When Harassment at Work Persists

When Harassment at Work Persists

One of the more urgent questions raised in the “Gender/Sex Issues in Video Games” DragonCon panel was how to deal with sexual harassment at work when the company isn’t dealing with the issue.

People know how they should behave. Companies have procedures to enforce when people act inappropriately. The government has an entire commission dedicated to enforcing federal laws. But none of this means people will behave, or companies will enforce, or red tape will be cut. What to do.

First, it depends on the severity of the harassment.

Physically Assaulted

If you are physically assaulted at work, call the police. Your company is not the ruling authority when it comes to criminal activity. They don’t have first dibs in addressing a criminal offense. Call the police immediately.

No Resolution

If you have criminal charges pending, a lawyer should advise you on any actions to take regarding your employment.

Physically Threatened

If you are being threatened, but not touched, with a physical weapon call the police. Your safety and life is in danger and the employer is not equipped to protect you. Weapons are guns, knives, box cutters, paper weights, fists, etc. Call the police if it is clear that an assailant intends to harm or kill you by threatening to strike or punch you.

No Resolution

Again, this is in the hands of the police and your lawyer.

Verbally Threatened…

Verbal harassment takes more time, persistence, and professionalism to address. The onus is totally on the accuser.

… With Harm

If you are verbally threatened with physical harm (sexual or violent; “I will assault you”) or professional harm (fired or ruined; “I’ll get you fired.”) without weapons, you should immediately go to your HR department, enter their office, sit down, and refuse to leave until you are safe. Your manager, the assailant, and the assailant’s manager should be called in to resolve the accusation (yes, we are in the verbal world now so you’re an accuser).

If you still don’t feel safe you must clearly express why you are still in danger and create a plan with HR and the mediating manager. Make sure you have a copy of your company’s harassment policy. Get the name and contact info for someone in HR who will be your representative.

In parallel to all of this, you should also go to the Equal Employment Opportunity Commission (EEOC) web site and study it. Like most government sites, it is difficult to navigate. Contact them immediately and be persistent.

No Resolution

If the company does not follow through and harassment persists, follow the exact same steps above and make sure that the harassment policy is being followed to the letter. If the harassment policy is weak or is just a straw man (a sham argument set up to be defeated), contact the EEOC, a lawyer, and the police.

… With Suggestions

If a co-worker is making suggestive comments or gestures that are inappropriate for the work place, the first line of defense is you. Respect your co-worker more than they are respecting you or themselves. Respond professionally and don’t use first-person pronouns. Say, “that’s unprofessional” or “that’s not appropriate for the work place.”

A common response to this might be, “I’m just kidding” or “you’re uptight.” Again, keep it professional and not personal. “That might get you in trouble at work with the wrong people and you’re more professional than that.”

If they shrug it off, I think they’ve heard you. It’s not your place to rub their nose in it or illicit a confession. Close the book and be happy if it never happens again. You made a difference.

If the conversation persists or the harassment persists, then it’s personal. You need to know your harassment policy and follow their guidelines immediately.

No Resolution

If harassment continues and HR is dragging their feet, work your way up through the hierarchy of HR. In parallel, contact the EEOC to get documentation and advice started.

If you make it to the top of the HR department without resolution, then go above them. If HR is not held accountable then you can conclude that the harassment policy means nothing to the company and harassment is tolerated. Things get tricky. Hopefully EEOC will step in.

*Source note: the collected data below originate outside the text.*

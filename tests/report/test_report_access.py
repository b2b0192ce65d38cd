"""The example report reads well without seeing it whole: headings in order, alt text on every
image, nothing fetched from elsewhere, the loop and field pictures present with words for
their marks; and ``check --figures DIR`` writes the same pictures as files, only into
folders it may use."""

import re
from html.parser import HTMLParser

import pytest

from support import run_cli


class Outline(HTMLParser):
    def __init__(self, text: str) -> None:
        super().__init__(convert_charrefs=True)
        self.headings: list[int] = []
        self.images: list[dict] = []
        self.figures: list[str] = []
        self.feed(text)

    def handle_starttag(self, tag, attrs):
        a = dict(attrs)
        if re.fullmatch(r"h[1-6]", tag):
            self.headings.append(int(tag[1]))
        elif tag == "img":
            self.images.append(a)
        elif tag == "figure":
            self.figures.append(a.get("class") or "")


@pytest.fixture(scope="module")
def outline(example_report):
    return Outline((example_report / "report.html").read_text(encoding="utf-8"))


def test_headings_run_in_order_without_skips(outline):
    # WCAG 2.x, technique G141 (common practice): one h1, then no level skipped going down
    h = outline.headings
    assert h[0] == 1 and h.count(1) == 1
    assert all(b <= a + 1 for a, b in zip(h, h[1:])), h
    assert {2, 3, 4} <= set(h)


def test_every_image_has_alt_text_that_says_what_it_shows(outline):
    assert outline.images
    for img in outline.images:
        assert len(img.get("alt") or "") >= 12, img.get("alt")
        assert img["src"].startswith("data:image/png;base64,")
    alts = [i["alt"] for i in outline.images]
    assert any(a.startswith("Bode plot of cart-tilt-loop") and "gain margin 10.5 dB" in a
               for a in alts)
    assert any(a.startswith("Nyquist plot of cart-tilt-loop") and "disk margin" in a
               for a in alts)
    assert any("vector field of irrigation-boom[inverted]" in a and "saddle at (3.14, 0)" in a
               for a in alts)


def test_loop_and_field_pictures_are_in_the_report(outline):
    assert outline.figures.count("eg-bode") == outline.figures.count("eg-nyquist") == 1
    assert outline.figures.count("eg-field") == 2  # both operating points of the boom


def test_figures_option_writes_the_pictures(example_report):
    figs = sorted(p.name for p in (example_report / "repo" / "figs").iterdir())
    assert figs == [
        "models-boom-irrigation_boom.yaml--irrigation-boom-hanging--field.svg",
        "models-boom-irrigation_boom.yaml--irrigation-boom-inverted--field.svg",
        "models-cart-balance.yaml--cart-tilt-loop--bode.svg",
        "models-cart-balance.yaml--cart-tilt-loop--nyquist.svg"]
    svg = (example_report / "repo" / "figs" / figs[2]).read_text(encoding="utf-8")
    assert svg.startswith("<?xml") and 'id="eg-gain-margin"' in svg


def test_figures_folder_outside_the_repository_is_not_created(example_report, tmp_path):
    repo = example_report / "repo"
    outside = tmp_path / "elsewhere" / "figs"
    out = run_cli("check", "models/cart", "--no-cache", "-q", "--figures", str(outside),
                  cwd=repo)
    assert out.returncode == 2 and "only inside the repository" in out.stderr
    assert not outside.exists()
    out = run_cli("check", "models/cart", "--figure-format", "gif", cwd=repo)
    assert out.returncode == 2 and "figure-format" in out.stderr


def test_figures_never_follow_a_link_in_their_place(example_report, tmp_path):
    repo = example_report / "repo"
    (repo / "linked").mkdir()
    target = tmp_path / "victim.png"
    target.write_bytes(b"keep")
    (repo / "linked" / "models-cart-balance.yaml--cart-tilt-loop--bode.png").symlink_to(target)
    out = run_cli("check", "models/cart", "--no-cache", "-q", "--figures", "linked", cwd=repo)
    assert out.returncode == 2 and "is a link" in out.stderr
    assert target.read_bytes() == b"keep"
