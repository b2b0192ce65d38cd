"""Content-addressed cache of check results, so re-checking an unchanged repository is fast.

An entry's key hashes the tool version, the cache format, the effective configuration, the
model file's repository path and bytes. The entry records the hash of every matrix file the
model referenced; a changed reference is a miss.

So that an unchanged repository is not read and hashed again on every check, the pack also
records the status (size, modification and change times, inode) of each model and matrix
file with its key or hash, as a version-control index does: a file whose status is the same
is taken to have the same bytes. A status is recorded only when the file had not changed for
two seconds before the check began, so a change within one timestamp tick cannot go unseen.

Entries live in one pack file per configuration, read once and written once per run,
atomically. A pack is a short header, a JSON *head* (the entries' data: what reports read),
an index of the entries' blobs, and a *body* of raw bytes holding the blobs (float64
matrices, participation factors and mode tables, JSON texts of line tables), read only when
something uses them. Never pickles, never code. The header holds the sizes and a CRC-32 of
all three: a pack that fails it or whose index does not fit its body, or an entry that
cannot be parsed or checked, is ignored and rebuilt, never trusted. The folder explains
itself (README, .gitignore, CACHEDIR.TAG).
"""

from __future__ import annotations

import array
import hashlib
import json
import os
import struct
import sys
import time
import zlib
from pathlib import Path
from typing import Any, Callable

from .pool import item_bytes
from .summary import summary_of

__all__ = ["ResultCache", "Pack", "PackBlobs", "RawBlobs", "CACHE_DIR", "read_pack", "write_pack"]

from .cache_format import CACHE_DIR  # noqa: E402 (re-exported)
_README = """\
This folder is eigengate's result cache. It is safe to delete at any time; eigengate
rebuilds it. Each entry is keyed by the hash of a model file's bytes, the files it references,
the effective configuration and the eigengate version. Use --no-cache to bypass it.
"""
_TAG = ("Signature: 8a477f597d28d172789f06886806bc55\n"
        "# This file is a cache directory tag created by eigengate.\n"
        "# For information about cache directory tags see https://bford.info/cachedir/\n")


def _sha(data: bytes) -> str:
    return hashlib.sha256(data).hexdigest()


#: A file changed this soon before a check began could change again within the same
#: timestamp tick without its status showing it: its status is not recorded.
_RACY_NS = 2_000_000_000


def _signature(st: os.stat_result) -> list[int]:
    return [st.st_size, st.st_mtime_ns, st.st_ctime_ns, st.st_ino]


#: First bytes of a pack; then the sizes of head, index and body and a CRC-32 of all three
#: (little-endian, 8+8+8+4 bytes).
_MAGIC = b"eigengate result pack\n"
_HEADER = struct.Struct("<QQQI")
#: Per blob, in the index: offset and size in the body, rows and columns (-1, -1 for a text).
_INDEX_COLUMNS = 4


class Pack:
    """A pack read back and checked: its head (JSON), blob index and body."""

    def __init__(self, head: dict, index: list, body: memoryview) -> None:
        self.head, self._body = head, body
        #: offset, size, rows, columns of each blob in turn, flat (a row per blob would cost
        #: a list per blob to build: thousands for each warm check)
        self._index = index
        self._count = len(index) // _INDEX_COLUMNS

    def row(self, i: int) -> tuple[int, int, int, int]:
        """Offset, size, rows and columns of blob ``i``."""
        k = _INDEX_COLUMNS * i
        f = self._index
        return f[k], f[k + 1], f[k + 2], f[k + 3]

    def shapes(self, first: int, count: int) -> list[tuple[int, int] | None]:
        f = self._index
        return [None if f[k + 3] < 0 else (f[k + 2], f[k + 3])
                for k in range(_INDEX_COLUMNS * first, _INDEX_COLUMNS * (first + count),
                               _INDEX_COLUMNS)]

    def blobs(self, first: Any, count: Any) -> "PackBlobs":
        """The blobs of one entry; ValueError when its span is not within the index."""
        if type(first) is not int or type(count) is not int or not (
                0 <= first and 0 <= count <= self._count - first):
            raise ValueError("entry blobs lie outside the pack index")
        return PackBlobs(self, first, count)

    def items(self, first: Any, count: Any) -> list[tuple[bytes, list | None]]:
        """An entry's blobs as ``(bytes, shape or None)``, as :func:`write_pack` takes them;
        ValueError when its span is not within the index."""
        self.blobs(first, count)
        out = []
        for off, size, rows, cols in map(self.row, range(first, first + count)):
            out.append((bytes(self._body[off:off + size]), None if cols < 0 else [rows, cols]))
        return out


class _BlobReader:
    """Reading methods of :class:`eigengate.scan.serial.Blobs` over raw blobs: each is its
    bytes (float64, little-endian, or UTF-8 JSON) with its shape (None for a text), served
    by ``_raw``."""

    __slots__ = ()

    def _raw(self, i: Any) -> tuple[Any, int, int]:  # pragma: no cover - abstract
        raise NotImplementedError

    def array(self, i: Any):
        import numpy as np

        raw, rows, cols = self._raw(i)
        if cols < 0:
            raise ValueError(f"blob {i} is not an array")
        return np.frombuffer(raw, dtype="<f8", count=rows * cols).reshape(rows, cols)

    def rows(self, i: Any) -> list[list[float]]:
        """An array blob as rows of Python floats, read without numpy (a warm re-check
        renders findings' mode rows from these)."""
        raw, rows, cols = self._raw(i)
        if cols < 0:
            raise ValueError(f"blob {i} is not an array")
        flat = _little("d", raw).tolist()
        return [flat[k:k + cols] for k in range(0, rows * cols, cols)]

    def json(self, i: Any):
        raw, _, cols = self._raw(i)
        if cols >= 0:
            raise ValueError(f"blob {i} is not a text")
        return json.loads(bytes(raw))


class PackBlobs(_BlobReader):
    """The blobs of one cache entry, served from the body of its pack."""

    __slots__ = ("_pack", "_first", "_count")

    def __init__(self, pack: Pack, first: int, count: int) -> None:
        self._pack, self._first, self._count = pack, first, count

    def _raw(self, i: Any) -> tuple[Any, int, int]:
        if type(i) is not int or not 0 <= i < self._count:
            raise ValueError(f"blob {i!r} is not one of the entry's {self._count}")
        off, size, rows, cols = self._pack.row(self._first + i)
        return self._pack._body[off:off + size], rows, cols

    def shapes(self) -> list[tuple[int, int] | None]:
        """``(rows, columns)`` of each array blob, None for each text."""
        return self._pack.shapes(self._first, self._count)


class RawBlobs(_BlobReader):
    """Blobs as a worker sends them (``(bytes, [rows, columns] or None)``, what
    :func:`write_pack` takes), checked on arrival: sizes fit shapes."""

    __slots__ = ("_items", "_shapes")

    def __init__(self, items: list) -> None:
        shapes: list[tuple[int, int] | None] = []
        for raw, shape in items:
            if shape is None:
                shapes.append(None)
                continue
            rows, cols = shape
            if rows < 0 or cols < 0 or len(raw) != 8 * rows * cols:
                raise ValueError("blob size does not fit its shape")
            shapes.append((rows, cols))
        self._items, self._shapes = items, shapes

    def _raw(self, i: Any) -> tuple[Any, int, int]:
        if type(i) is not int or not 0 <= i < len(self._items):
            raise ValueError(f"blob {i!r} is not one of the entry's {len(self._items)}")
        raw, shape = self._items[i]
        return (raw, -1, -1) if shape is None else (raw, shape[0], shape[1])

    def shapes(self) -> list[tuple[int, int] | None]:
        return self._shapes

I say put your head down, don’t say anything else about it, and do your job to the letter — all the time looking for another job. You have to get out of there. You might want to stay and be Norma Rae, but that’s a different article entirely.


The work place is not a unique or exceptional environment. Any time you’re not sure what to do, think about the situation if it were in a grocery store. What makes sense?

Company guidelines and laws can also be misused to falsely accuse co-workers. This is also an egregious offense and can do permanent damage. False claims negate valid ones and can potentially ruin careers. There is no justification for it.

Rhonda has a BS in Mathematics and Computer Science and is a self-taught graphic designer. She considers herself a geek*wildcard because she has a little bit of experience in everything.